**What the task requires:** Your answer must be an exact copy of the data below.

**Records drawn from a dataset:**
§ §

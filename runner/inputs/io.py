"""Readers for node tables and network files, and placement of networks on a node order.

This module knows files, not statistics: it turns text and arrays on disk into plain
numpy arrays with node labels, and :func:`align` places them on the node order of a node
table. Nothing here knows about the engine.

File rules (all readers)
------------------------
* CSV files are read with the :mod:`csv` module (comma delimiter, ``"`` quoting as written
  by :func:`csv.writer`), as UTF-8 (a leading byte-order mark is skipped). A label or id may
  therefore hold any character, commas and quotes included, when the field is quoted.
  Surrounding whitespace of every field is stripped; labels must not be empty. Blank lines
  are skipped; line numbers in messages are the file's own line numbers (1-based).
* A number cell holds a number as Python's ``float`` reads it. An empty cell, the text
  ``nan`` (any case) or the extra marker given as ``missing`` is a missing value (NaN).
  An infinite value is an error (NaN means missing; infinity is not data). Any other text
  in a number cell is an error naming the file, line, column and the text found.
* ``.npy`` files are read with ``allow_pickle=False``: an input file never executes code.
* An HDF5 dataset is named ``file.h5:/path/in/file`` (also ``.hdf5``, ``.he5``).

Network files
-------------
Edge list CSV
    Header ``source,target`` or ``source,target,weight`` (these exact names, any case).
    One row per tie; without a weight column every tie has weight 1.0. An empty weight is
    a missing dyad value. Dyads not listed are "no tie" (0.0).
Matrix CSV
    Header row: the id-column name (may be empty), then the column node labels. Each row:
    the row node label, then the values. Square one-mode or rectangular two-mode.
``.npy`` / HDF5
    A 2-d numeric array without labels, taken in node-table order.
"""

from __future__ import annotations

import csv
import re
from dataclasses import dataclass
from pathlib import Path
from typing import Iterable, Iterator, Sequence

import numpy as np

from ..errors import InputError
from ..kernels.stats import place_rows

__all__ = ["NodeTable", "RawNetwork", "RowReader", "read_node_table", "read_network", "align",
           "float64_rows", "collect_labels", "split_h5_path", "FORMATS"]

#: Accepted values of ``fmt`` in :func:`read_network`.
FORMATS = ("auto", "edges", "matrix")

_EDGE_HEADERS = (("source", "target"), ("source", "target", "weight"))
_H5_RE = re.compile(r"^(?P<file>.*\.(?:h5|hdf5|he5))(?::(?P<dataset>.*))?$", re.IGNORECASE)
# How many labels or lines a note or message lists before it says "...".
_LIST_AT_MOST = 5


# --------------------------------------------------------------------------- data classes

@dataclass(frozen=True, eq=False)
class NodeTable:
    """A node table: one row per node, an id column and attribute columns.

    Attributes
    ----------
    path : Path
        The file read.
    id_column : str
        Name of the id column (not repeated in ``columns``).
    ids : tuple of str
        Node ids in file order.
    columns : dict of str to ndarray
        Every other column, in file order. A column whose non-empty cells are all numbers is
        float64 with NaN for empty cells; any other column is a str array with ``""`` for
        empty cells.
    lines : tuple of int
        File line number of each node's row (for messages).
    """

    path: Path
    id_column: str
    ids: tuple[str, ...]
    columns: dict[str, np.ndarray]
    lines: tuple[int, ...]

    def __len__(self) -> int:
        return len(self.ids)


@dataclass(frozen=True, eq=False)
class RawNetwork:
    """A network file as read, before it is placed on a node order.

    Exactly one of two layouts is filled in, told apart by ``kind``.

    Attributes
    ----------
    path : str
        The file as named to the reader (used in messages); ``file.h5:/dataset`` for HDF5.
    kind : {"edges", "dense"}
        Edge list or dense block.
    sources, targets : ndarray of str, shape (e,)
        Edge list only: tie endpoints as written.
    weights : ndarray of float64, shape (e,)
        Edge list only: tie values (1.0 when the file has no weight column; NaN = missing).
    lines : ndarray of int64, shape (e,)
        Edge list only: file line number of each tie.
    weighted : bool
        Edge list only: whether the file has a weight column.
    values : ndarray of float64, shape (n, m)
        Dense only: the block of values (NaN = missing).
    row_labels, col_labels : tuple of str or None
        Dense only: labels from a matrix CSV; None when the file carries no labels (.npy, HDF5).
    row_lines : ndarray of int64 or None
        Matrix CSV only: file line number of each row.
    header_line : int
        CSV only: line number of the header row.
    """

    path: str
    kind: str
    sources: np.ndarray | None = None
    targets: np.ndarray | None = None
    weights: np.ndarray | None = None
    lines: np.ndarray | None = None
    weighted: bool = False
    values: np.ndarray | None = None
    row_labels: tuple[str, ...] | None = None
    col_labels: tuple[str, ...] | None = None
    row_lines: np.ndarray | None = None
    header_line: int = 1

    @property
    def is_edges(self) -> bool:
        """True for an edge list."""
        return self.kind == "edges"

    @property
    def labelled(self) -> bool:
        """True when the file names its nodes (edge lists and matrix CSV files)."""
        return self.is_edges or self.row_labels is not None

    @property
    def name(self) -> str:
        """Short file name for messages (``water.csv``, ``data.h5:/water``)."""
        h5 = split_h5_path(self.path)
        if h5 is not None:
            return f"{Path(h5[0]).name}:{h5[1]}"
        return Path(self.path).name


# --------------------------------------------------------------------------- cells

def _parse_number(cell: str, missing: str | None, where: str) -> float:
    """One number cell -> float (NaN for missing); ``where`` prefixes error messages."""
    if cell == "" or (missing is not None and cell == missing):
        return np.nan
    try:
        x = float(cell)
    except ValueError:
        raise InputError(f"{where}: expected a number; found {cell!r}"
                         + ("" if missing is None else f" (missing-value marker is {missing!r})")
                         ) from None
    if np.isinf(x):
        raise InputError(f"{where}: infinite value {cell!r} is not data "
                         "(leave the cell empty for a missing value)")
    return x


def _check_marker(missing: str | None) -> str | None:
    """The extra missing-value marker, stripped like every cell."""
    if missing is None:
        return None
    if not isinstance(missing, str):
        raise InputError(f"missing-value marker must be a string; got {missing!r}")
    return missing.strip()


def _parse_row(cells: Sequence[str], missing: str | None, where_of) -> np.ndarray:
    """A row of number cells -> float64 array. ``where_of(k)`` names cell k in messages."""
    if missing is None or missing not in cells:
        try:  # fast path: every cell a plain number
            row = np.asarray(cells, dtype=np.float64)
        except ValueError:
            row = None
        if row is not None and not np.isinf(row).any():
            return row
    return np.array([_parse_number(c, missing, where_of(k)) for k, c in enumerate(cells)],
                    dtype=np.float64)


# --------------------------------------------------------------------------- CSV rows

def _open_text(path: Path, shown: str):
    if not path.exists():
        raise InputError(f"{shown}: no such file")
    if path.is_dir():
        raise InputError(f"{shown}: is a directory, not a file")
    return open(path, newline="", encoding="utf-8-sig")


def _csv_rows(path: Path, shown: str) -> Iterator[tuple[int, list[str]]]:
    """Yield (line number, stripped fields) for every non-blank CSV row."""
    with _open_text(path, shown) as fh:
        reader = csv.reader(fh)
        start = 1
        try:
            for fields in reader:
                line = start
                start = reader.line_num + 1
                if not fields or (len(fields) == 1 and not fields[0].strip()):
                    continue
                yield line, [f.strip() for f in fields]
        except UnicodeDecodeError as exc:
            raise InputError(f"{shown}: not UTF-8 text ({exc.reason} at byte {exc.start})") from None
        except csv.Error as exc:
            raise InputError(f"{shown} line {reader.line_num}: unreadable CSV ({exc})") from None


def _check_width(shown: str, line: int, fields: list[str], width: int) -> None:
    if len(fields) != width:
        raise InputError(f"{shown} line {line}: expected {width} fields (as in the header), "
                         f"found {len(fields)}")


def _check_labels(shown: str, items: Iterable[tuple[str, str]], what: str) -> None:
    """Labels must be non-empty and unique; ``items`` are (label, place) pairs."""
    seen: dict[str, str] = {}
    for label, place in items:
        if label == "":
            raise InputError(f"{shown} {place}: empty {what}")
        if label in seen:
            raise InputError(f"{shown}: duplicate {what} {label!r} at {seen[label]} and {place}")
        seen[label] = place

§ §

**Result of this task:**
filename runner/inputs/io.py
"""Readers for node tables and network files, and placement of networks on a node order.

This module knows files, not statistics: it turns text and arrays on disk into plain
numpy arrays with node labels, and :func:`align` places them on the node order of a node
table. Nothing here knows about the engine.

File rules (all readers)
------------------------
* CSV files are read with the :mod:`csv` module (comma delimiter, ``"`` quoting as written
  by :func:`csv.writer`), as UTF-8 (a leading byte-order mark is skipped). A label or id may
  therefore hold any character, commas and quotes included, when the field is quoted.
  Surrounding whitespace of every field is stripped; labels must not be empty. Blank lines
  are skipped; line numbers in messages are the file's own line numbers (1-based).
* A number cell holds a number as Python's ``float`` reads it. An empty cell, the text
  ``nan`` (any case) or the extra marker given as ``missing`` is a missing value (NaN).
  An infinite value is an error (NaN means missing; infinity is not data). Any other text
  in a number cell is an error naming the file, line, column and the text found.
* ``.npy`` files are read with ``allow_pickle=False``: an input file never executes code.
* An HDF5 dataset is named ``file.h5:/path/in/file`` (also ``.hdf5``, ``.he5``).

Network files
-------------
Edge list CSV
    Header ``source,target`` or ``source,target,weight`` (these exact names, any case).
    One row per tie; without a weight column every tie has weight 1.0. An empty weight is
    a missing dyad value. Dyads not listed are "no tie" (0.0).
Matrix CSV
    Header row: the id-column name (may be empty), then the column node labels. Each row:
    the row node label, then the values. Square one-mode or rectangular two-mode.
``.npy`` / HDF5
    A 2-d numeric array without labels, taken in node-table order.
"""

from __future__ import annotations

import csv
import re
from dataclasses import dataclass
from pathlib import Path
from typing import Iterable, Iterator, Sequence

import numpy as np

from ..errors import InputError
from ..kernels.stats import place_rows

__all__ = ["NodeTable", "RawNetwork", "RowReader", "read_node_table", "read_network", "align",
           "float64_rows", "collect_labels", "split_h5_path", "FORMATS"]

#: Accepted values of ``fmt`` in :func:`read_network`.
FORMATS = ("auto", "edges", "matrix")

_EDGE_HEADERS = (("source", "target"), ("source", "target", "weight"))
_H5_RE = re.compile(r"^(?P<file>.*\.(?:h5|hdf5|he5))(?::(?P<dataset>.*))?$", re.IGNORECASE)
# How many labels or lines a note or message lists before it says "...".
_LIST_AT_MOST = 5


# --------------------------------------------------------------------------- data classes

@dataclass(frozen=True, eq=False)
class NodeTable:
    """A node table: one row per node, an id column and attribute columns.

    Attributes
    ----------
    path : Path
        The file read.
    id_column : str
        Name of the id column (not repeated in ``columns``).
    ids : tuple of str
        Node ids in file order.
    columns : dict of str to ndarray
        Every other column, in file order. A column whose non-empty cells are all numbers is
        float64 with NaN for empty cells; any other column is a str array with ``""`` for
        empty cells.
    lines : tuple of int
        File line number of each node's row (for messages).
    """

    path: Path
    id_column: str
    ids: tuple[str, ...]
    columns: dict[str, np.ndarray]
    lines: tuple[int, ...]

    def __len__(self) -> int:
        return len(self.ids)


@dataclass(frozen=True, eq=False)
class RawNetwork:
    """A network file as read, before it is placed on a node order.

    Exactly one of two layouts is filled in, told apart by ``kind``.

    Attributes
    ----------
    path : str
        The file as named to the reader (used in messages); ``file.h5:/dataset`` for HDF5.
    kind : {"edges", "dense"}
        Edge list or dense block.
    sources, targets : ndarray of str, shape (e,)
        Edge list only: tie endpoints as written.
    weights : ndarray of float64, shape (e,)
        Edge list only: tie values (1.0 when the file has no weight column; NaN = missing).
    lines : ndarray of int64, shape (e,)
        Edge list only: file line number of each tie.
    weighted : bool
        Edge list only: whether the file has a weight column.
    values : ndarray of float64, shape (n, m)
        Dense only: the block of values (NaN = missing).
    row_labels, col_labels : tuple of str or None
        Dense only: labels from a matrix CSV; None when the file carries no labels (.npy, HDF5).
    row_lines : ndarray of int64 or None
        Matrix CSV only: file line number of each row.
    header_line : int
        CSV only: line number of the header row.
    """

    path: str
    kind: str
    sources: np.ndarray | None = None
    targets: np.ndarray | None = None
    weights: np.ndarray | None = None
    lines: np.ndarray | None = None
    weighted: bool = False
    values: np.ndarray | None = None
    row_labels: tuple[str, ...] | None = None
    col_labels: tuple[str, ...] | None = None
    row_lines: np.ndarray | None = None
    header_line: int = 1

    @property
    def is_edges(self) -> bool:
        """True for an edge list."""
        return self.kind == "edges"

    @property
    def labelled(self) -> bool:
        """True when the file names its nodes (edge lists and matrix CSV files)."""
        return self.is_edges or self.row_labels is not None

    @property
    def name(self) -> str:
        """Short file name for messages (``water.csv``, ``data.h5:/water``)."""
        h5 = split_h5_path(self.path)
        if h5 is not None:
            return f"{Path(h5[0]).name}:{h5[1]}"
        return Path(self.path).name


# --------------------------------------------------------------------------- cells

def _parse_number(cell: str, missing: str | None, where: str) -> float:
    """One number cell -> float (NaN for missing); ``where`` prefixes error messages."""
    if cell == "" or (missing is not None and cell == missing):
        return np.nan
    try:
        x = float(cell)
    except ValueError:
        raise InputError(f"{where}: expected a number; found {cell!r}"
                         + ("" if missing is None else f" (missing-value marker is {missing!r})")
                         ) from None
    if np.isinf(x):
        raise InputError(f"{where}: infinite value {cell!r} is not data "
                         "(leave the cell empty for a missing value)")
    return x


def _check_marker(missing: str | None) -> str | None:
    """The extra missing-value marker, stripped like every cell."""
    if missing is None:
        return None
    if not isinstance(missing, str):
        raise InputError(f"missing-value marker must be a string; got {missing!r}")
    return missing.strip()


def _parse_row(cells: Sequence[str], missing: str | None, where_of) -> np.ndarray:
    """A row of number cells -> float64 array. ``where_of(k)`` names cell k in messages."""
    if missing is None or missing not in cells:
        try:  # fast path: every cell a plain number
            row = np.asarray(cells, dtype=np.float64)
        except ValueError:
            row = None
        if row is not None and not np.isinf(row).any():
            return row
    return np.array([_parse_number(c, missing, where_of(k)) for k, c in enumerate(cells)],
                    dtype=np.float64)


# --------------------------------------------------------------------------- CSV rows

def _open_text(path: Path, shown: str):
    if not path.exists():
        raise InputError(f"{shown}: no such file")
    if path.is_dir():
        raise InputError(f"{shown}: is a directory, not a file")
    return open(path, newline="", encoding="utf-8-sig")


def _csv_rows(path: Path, shown: str) -> Iterator[tuple[int, list[str]]]:
    """Yield (line number, stripped fields) for every non-blank CSV row."""
    with _open_text(path, shown) as fh:
        reader = csv.reader(fh)
        start = 1
        try:
            for fields in reader:
                line = start
                start = reader.line_num + 1
                if not fields or (len(fields) == 1 and not fields[0].strip()):
                    continue
                yield line, [f.strip() for f in fields]
        except UnicodeDecodeError as exc:
            raise InputError(f"{shown}: not UTF-8 text ({exc.reason} at byte {exc.start})") from None
        except csv.Error as exc:
            raise InputError(f"{shown} line {reader.line_num}: unreadable CSV ({exc})") from None


def _check_width(shown: str, line: int, fields: list[str], width: int) -> None:
    if len(fields) != width:
        raise InputError(f"{shown} line {line}: expected {width} fields (as in the header), "
                         f"found {len(fields)}")


def _check_labels(shown: str, items: Iterable[tuple[str, str]], what: str) -> None:
    """Labels must be non-empty and unique; ``items`` are (label, place) pairs."""
    seen: dict[str, str] = {}
    for label, place in items:
        if label == "":
            raise InputError(f"{shown} {place}: empty {what}")
        if label in seen:
            raise InputError(f"{shown}: duplicate {what} {label!r} at {seen[label]} and {place}")
        seen[label] = place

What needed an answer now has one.